Paste writer Shane Ryan and editor-in-chief Josh Jackson review each week of Better Call Saul without spilling their coffee.



Walter White might have (pointlessly!) gotten him in the end, but Mike Ehrmantraut was always the coolest badass on Breaking Bad. And if there was any better reason to make a prequel than more Saul Goodman, it was more Mike. And Shane, we just got a whole episode of Mike!

One of our minor quibbles with Better Call Saul so far is has been that too much of the show was on the shoulders of Bob Odenkirk, but he finally got some respite last night. I don’t know about you, but I loved this episode. It was a tight, self-contained story that opens the show up in a huge new direction. Mike’s whole demeanor is the result of an almost unbearable combination of sadness and guilt. His son was murdered by crooked cops, and just before his death, Mike had to admit to him that he was crooked himself.

In an extended flashback, we see Mike avenge his son in glorious fashion. This is the kind of writing that Vince Gilligan and his team have excelled at for years now. The villains drive him to an abandoned alley where they’re planning his suicide, but Mike, as usual, is three steps ahead of them.

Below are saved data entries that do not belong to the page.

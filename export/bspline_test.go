package export

import (
	"math"
	"testing"

	"gonum.org/v1/gonum/interp"

	"github.com/foilwright/foilwright/geometry"
	"github.com/foilwright/foilwright/geometry/shape"
)

// The spline passes through every node, and each coordinate equals the
// not-a-knot cubic spline of that coordinate against the parameter, as
// gonum's interp.NotAKnotCubic computes it (a general-purpose reference
// library), between the nodes too.
func TestInterpolateNotAKnot(t *testing.T) {
	const (
		nodeTol = 1e-13 // chord units; round-off of the band solve
		midTol  = 1e-11 // between nodes, against gonum
	)
	foil := shape.NACA4{Camber: 0.02, CamberPos: 0.4, Thickness: 0.12}
	for _, n := range []int{20, 151, 1000} {
		nodes := foil.Nodes(n)
		pts := make([]geometry.Vec3, len(nodes))
		for i, q := range nodes {
			pts[i] = geometry.Vec3{X: q.X, Y: q.Y, Z: 0.1 * q.X * q.X}
		}
		b, us, err := interpolate(pts)
		if err != nil {
			t.Fatal(err)
		}
		if len(b.ctrl) != len(pts) || len(b.knots) != len(pts)+4 {
			t.Fatalf("n=%d: %d control points, %d knots", n, len(b.ctrl), len(b.knots))
		}
		for i, u := range us {
			if d := b.at(u).Sub(pts[i]).Norm(); d > nodeTol {
				t.Errorf("n=%d: node %d missed by %g", n, i, d)
			}
		}
		var fits [3]interp.NotAKnotCubic
		for c := range fits {
			ys := make([]float64, len(pts))
			for i, p := range pts {
				ys[i] = [3]float64{p.X, p.Y, p.Z}[c]
			}
			if err := fits[c].Fit(us, ys); err != nil {
				t.Fatal(err)
			}
		}
		worst := 0.0
		for i := 0; i+1 < len(us); i++ {
			for _, f := range []float64{0.25, 0.5, 0.75} {
				u := us[i] + f*(us[i+1]-us[i])
				p := b.at(u)
				q := geometry.Vec3{X: fits[0].Predict(u), Y: fits[1].Predict(u), Z: fits[2].Predict(u)}
				worst = math.Max(worst, p.Sub(q).Norm())
			}
		}
		if worst > midTol {
			t.Errorf("n=%d: differs from gonum's not-a-knot spline by %g", n, worst)
		}
	}
}

// The basis functions of a span sum to one (partition of unity, Piegl and
// Tiller, The NURBS Book, property P2.4, from memory).
func TestBasisPartition(t *testing.T) {
	pts := []geometry.Vec3{{X: 0}, {X: 1, Y: 1}, {X: 2}, {X: 3, Y: 2}, {X: 4}, {X: 5, Y: -1}}
	b, _, err := interpolate(pts)
	if err != nil {
		t.Fatal(err)
	}
	for u := 0.0; u <= 1; u += 0.01 {
		sum := 0.0
		for _, v := range b.basis(b.span(u), u) {
			sum += v
		}
		if math.Abs(sum-1) > 1e-14 {
			t.Errorf("u=%g: basis sums to %v", u, sum)
		}
	}
	for _, bad := range [][]geometry.Vec3{pts[:3], {{X: 0}, {X: 1}, {X: 1}, {X: 2}}} {
		if _, _, err := interpolate(bad); err == nil {
			t.Errorf("%v: no error", bad)
		}
	}
}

In present-day—or at least prequel present—Mike enlists the help of Jimmy/Saul to stay ahead of the cops investigating the killings. Jimmy is trying so hard to stay above board, but when the moment comes in the interrogation, he can’t help himself and goes along with Mike’s plan to steal the detective’s notebook. And after several episodes, that seems to be the overarching theme of the show. Jimmy just wants to walk the straight and narrow, but he’s fighting his own nature and losing at every turn. He was born to be Saul. And Saul gets himself into more fine messes than Oliver Hardy.

And here we are with the fates of Jimmy McGill and Mike Ehrmantraut tied up in a beautiful bow. This is what Better Call Saul needed, and I’m completely sucked in now. Gilligan has done it again.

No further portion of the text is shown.